Goal of the exercise: Using the listing below, report how many lines contain the word "same" and give no other words.

Data:
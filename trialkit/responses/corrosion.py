"""Corrosion rate from mass loss and the cleaning corrections of ASTM G1.

The corrosion rate of ASTM G1 is ``CR = K·W / (A·T·D)`` with W the mass loss in g
(corrected for what cleaning removes), A the area in cm², T the exposure time in h and D
the density in g/cm³.  K sets the unit of CR.  G1 tabulates K to three significant
figures; trialkit computes K from its definition (a 365-day year of 8760 h, 1 mil =
0.0254 mm exactly) so that conversions between units are exact, and keeps the tabulated
value beside it (:data:`K_CONSTANTS`).

Two cleaning corrections are offered, as described in ASTM G1 (and ISO 8407):

- :func:`blank_corrected_loss` — subtract the loss of a blank (uncorroded) specimen
  cleaned the same way;
- :func:`cycle_extrapolation` — weigh after each of several identical cleaning cycles and
  extrapolate the straight line through the cycles after the corrosion products are gone
  back to zero cycles.

Examples
--------
>>> round(corrosion_rate(0.65, 28.5, 168, 7.86, unit="mm/y"), 3)
1.513
>>> fit = cycle_extrapolation([0.41, 0.56, 0.612, 0.614, 0.616, 0.618])
>>> round(fit.intercept_g, 4), fit.first_cycle
(0.606, 3)
"""

from __future__ import annotations

import math
from collections.abc import Sequence
from dataclasses import dataclass

import numpy as np

from trialkit.exceptions import ResponseError

HOURS_PER_YEAR = 8760.0  # 365 d x 24 h, the year of ASTM G1's K constants
MM_PER_MIL = 0.0254  # exact: 1 mil = 0.001 in, 1 in = 25.4 mm (NIST SP 811)
MM_PER_INCH = 25.4


@dataclass(frozen=True)
class KConstant:
    """One K constant of ``CR = K·W/(A·T·D)``.

    Attributes
    ----------
    unit : str
        Canonical unit label of the corrosion rate.
    value : float
        K computed from its definition (multiplied by D for the mass-per-area units).
    times_density : bool
        True for rates in mass per area and time, where K = value·D and D cancels.
    tabulated : float
        The three-figure value tabulated in ASTM G1 (from memory except for mm/y).
    derivation : str
        How ``value`` follows from unit definitions.
    """

    unit: str
    value: float
    times_density: bool
    tabulated: float
    derivation: str


#: K constants by canonical unit. Source: ASTM G1, section "Calculation of corrosion rate";
#: mm/y read from secondary pages citing G1, the others from memory, each re-derived here.
K_CONSTANTS: dict[str, KConstant] = {
    k.unit: k
    for k in (
        KConstant("mm/y", 10.0 * HOURS_PER_YEAR, False, 8.76e4,
                  "10 mm/cm x 8760 h/y"),
        KConstant("um/y", 1.0e4 * HOURS_PER_YEAR, False, 8.76e7,
                  "1e4 um/cm x 8760 h/y"),
        KConstant("mils/y", 10.0 * HOURS_PER_YEAR / MM_PER_MIL, False, 3.45e6,
                  "K(mm/y) / 0.0254 mm per mil"),
        KConstant("in/y", 10.0 * HOURS_PER_YEAR / MM_PER_INCH, False, 3.45e3,
                  "K(mm/y) / 25.4 mm per in"),
        KConstant("in/month", 10.0 * HOURS_PER_YEAR / MM_PER_INCH / 12.0, False, 2.87e2,
                  "K(in/y) / 12 months"),
        KConstant("pm/s", 1.0e10 / 3600.0, False, 2.78e6,
                  "1e10 pm/cm / 3600 s/h"),
        KConstant("g/(m2*h)", 1.0e4, True, 1.00e4,
                  "1e4 cm2/m2, times D"),
        KConstant("g/(m2*d)", 1.0e4 * 24.0, True, 2.40e5,
                  "1e4 cm2/m2 x 24 h/d, times D (not tabulated in G1; derived)"),
        KConstant("mdd", 1.0e3 * 100.0 * 24.0, True, 2.40e6,
                  "1e3 mg/g x 100 cm2/dm2 x 24 h/d, times D"),
        KConstant("ug/(m2*s)", 1.0e6 * 1.0e4 / 3600.0, True, 2.78e6,
                  "1e6 ug/g x 1e4 cm2/m2 / 3600 s/h, times D"),
    )
}

#: Other spellings accepted for the canonical units.
UNIT_ALIASES: dict[str, str] = {
    "mm/a": "mm/y", "mm/yr": "mm/y", "mm/year": "mm/y", "mmpy": "mm/y",
    "µm/y": "um/y", "μm/y": "um/y", "um/a": "um/y", "um/yr": "um/y",
    "mpy": "mils/y", "mil/y": "mils/y", "mils/yr": "mils/y", "mil/yr": "mils/y",
    "ipy": "in/y", "in/yr": "in/y", "ipm": "in/month",
    "g/m2/h": "g/(m2*h)", "g/(m²·h)": "g/(m2*h)", "g/m²/h": "g/(m2*h)",
    "g/m2/d": "g/(m2*d)", "g/(m²·d)": "g/(m2*d)", "g/m²/d": "g/(m2*d)",
    "g/(m2·d)": "g/(m2*d)", "g/m2/day": "g/(m2*d)",
    "mg/dm2/d": "mdd", "ug/m2/s": "ug/(m2*s)", "µg/m2/s": "ug/(m2*s)",
}


def canonical_rate_unit(unit: str) -> str:
    """Canonical label of a corrosion-rate unit (raises :class:`ResponseError`)."""
    u = str(unit).strip()
    if u in K_CONSTANTS:
        return u
    if u in UNIT_ALIASES:
        return UNIT_ALIASES[u]
    low = u.lower().replace(" ", "")
    for label in (*K_CONSTANTS, *UNIT_ALIASES):
        if low == label.lower().replace(" ", ""):
            return UNIT_ALIASES.get(label, label)
    raise ResponseError(
        f"unknown corrosion-rate unit {unit!r}; allowed: "
        + ", ".join(repr(k) for k in K_CONSTANTS) + ". Pick one of these."
    )


def k_constant(unit: str, density_g_cm3: float | None = None) -> float:
    """K for ``unit``; mass-per-area units need the density (K = value·D)."""
    k = K_CONSTANTS[canonical_rate_unit(unit)]
    if not k.times_density:
        return k.value
    if density_g_cm3 is None:
        raise ResponseError(f"K for {k.unit} is {k.value:g}·D: give density_g_cm3.")
    return k.value * float(density_g_cm3)


def _positive(name: str, value, fix: str) -> np.ndarray:
    arr = np.asarray(value, dtype=float)
    bad = ~(arr > 0) & ~np.isnan(arr)
    if np.any(bad) or np.any(np.isinf(arr)):
        shown = arr[bad | np.isinf(arr)].ravel()[:3].tolist()
        raise ResponseError(f"{name} must be positive and finite; got {shown}. {fix}")
    return arr


def corrosion_rate(mass_loss_g, area_cm2, hours, density_g_cm3, *, unit: str = "mm/y"):
    """Uniform corrosion rate ``K·W/(A·T·D)`` of ASTM G1.

    Parameters
    ----------
    mass_loss_g : float or array
        Cleaning-corrected mass loss W, g (may be negative for a gain).
    area_cm2 : float or array
        Exposed area A, cm² (> 0).
    hours : float or array
        Exposure time T, h (> 0).
    density_g_cm3 : float or array
        Density D, g/cm³ (> 0).
    unit : str
        One of :data:`K_CONSTANTS` (or an alias such as ``"mpy"``).

    Returns
    -------
    float or numpy.ndarray
        Rate in ``unit``; NaN where an input is NaN.

    Examples
    --------
    >>> round(corrosion_rate(0.65, 28.5, 168, 7.86, unit="mpy"), 2)
    59.57
    """
    a = _positive("area_cm2", area_cm2, "Check the coupon dimensions or area.")
    t = _positive("exposure time (h)", hours, "Check that immersion end is after start.")
    d = _positive("density_g_cm3", density_g_cm3, "Check the coupon metal.")
    w = np.asarray(mass_loss_g, dtype=float)
    kc = K_CONSTANTS[canonical_rate_unit(unit)]
    if kc.times_density:  # K = c·D, so D cancels
        out = kc.value * w / (a * t)
    else:
        out = kc.value * w / (a * t * d)
    return float(out) if np.ndim(out) == 0 else out


def convert_rate(value, from_unit: str, to_unit: str, density_g_cm3: float | None = None):
    """Convert a corrosion rate between units of :data:`K_CONSTANTS`.

    Between a penetration rate (mm/y) and a mass rate (g/(m²·d)) the density is needed.

    Examples
    --------
    >>> round(convert_rate(1.0, "mils/y", "mm/y"), 10)
    0.0254
    """
    kf = K_CONSTANTS[canonical_rate_unit(from_unit)]
    kt = K_CONSTANTS[canonical_rate_unit(to_unit)]
    if kf.times_density != kt.times_density and density_g_cm3 is None:
        raise ResponseError(
            f"converting {kf.unit} to {kt.unit} needs the metal density; give density_g_cm3."
        )
    d = 1.0 if density_g_cm3 is None else float(density_g_cm3)
    ratio = (kt.value * (d if kt.times_density else 1.0)) / (
        kf.value * (d if kf.times_density else 1.0))
    out = np.asarray(value, dtype=float) * ratio
    return float(out) if np.ndim(out) == 0 else out


def blank_corrected_loss(mass_loss_g, blank_loss_g):
    """Mass loss minus the loss of a blank specimen cleaned the same way (ASTM G1).

    Examples
    --------
    >>> round(blank_corrected_loss(0.612, 0.006), 4)
    0.606
    """
    out = np.asarray(mass_loss_g, dtype=float) - np.asarray(blank_loss_g, dtype=float)
    return float(out) if np.ndim(out) == 0 else out


@dataclass(frozen=True)
class CycleFit:
    """Straight line through the cleaning cycles after the corrosion products are gone.

    Attributes
    ----------
    intercept_g : float
        The line at zero cycles: the corrected mass loss.
    slope_g_per_cycle : float
        Base metal removed per cleaning cycle.
    first_cycle : int
        First cycle on the line (the break point B of ASTM G1 Fig. 1).
    cycles_used : tuple of int
        Cycles the line was fitted to.
    max_residual_g : float
        Largest distance of a used point from the line.
    """

    intercept_g: float
    slope_g_per_cycle: float
    first_cycle: int
    cycles_used: tuple[int, ...]
    max_residual_g: float

    def to_dict(self) -> dict:
        return {
            "intercept_g": self.intercept_g,
            "slope_g_per_cycle": self.slope_g_per_cycle,
            "first_cycle": self.first_cycle,
            "cycles_used": list(self.cycles_used),
            "max_residual_g": self.max_residual_g,
        }


def cycle_extrapolation(
    cumulative_loss_g: Sequence[float],
    *,
    first_cycle: int | None = None,
    tolerance_g: float = 0.001,
) -> CycleFit:
    """Corrected mass loss from repeated cleaning cycles (ASTM G1, Fig. 1 line BC).

    Parameters
    ----------
    cumulative_loss_g : sequence of float
        Mass loss after cycle 1, 2, ... n (initial mass minus mass after the cycle), g.
    first_cycle : int, optional
        First cycle of the straight line BC.  If omitted, the line is grown back from
        the last two cycles while each earlier cycle lies within ``tolerance_g`` of the
        line through the later ones.
    tolerance_g : float
        Distance from the line still counted as "on the line"; default 1 mg, the
        weighing precision G1 asks of the mass loss.

    Returns
    -------
    CycleFit

    Raises
    ------
    ResponseError
        Fewer than two cycles, NaN among them, or ``first_cycle`` out of range.
    """
    y = np.asarray(cumulative_loss_g, dtype=float)
    n = y.size
    if n < 2 or np.any(~np.isfinite(y)):
        raise ResponseError(
            f"the cycle extrapolation needs the mass after at least 2 cleaning cycles, all "
            f"recorded; got {y.tolist()}. Record every cycle, or use a blank correction."
        )
    x = np.arange(1, n + 1, dtype=float)
    if first_cycle is None:
        start = n - 2  # index of the first used point; last two points to begin with
        while start > 0:
            slope, icpt = np.polyfit(x[start:], y[start:], 1)
            pred = icpt + slope * x[start - 1]
            if abs(y[start - 1] - pred) > tolerance_g:
                break
            start -= 1
    else:
        if not 1 <= int(first_cycle) <= n - 1:
            raise ResponseError(
                f"first_cycle must be between 1 and {n - 1} for {n} cycles; got {first_cycle}."
            )
        start = int(first_cycle) - 1
    slope, icpt = np.polyfit(x[start:], y[start:], 1)
    resid = y[start:] - (icpt + slope * x[start:])
    return CycleFit(
        intercept_g=float(icpt),
        slope_g_per_cycle=float(slope),
        first_cycle=start + 1,
        cycles_used=tuple(int(c) for c in x[start:]),
        max_residual_g=float(np.max(np.abs(resid))) if resid.size else math.nan,
    )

Answer for the task: 2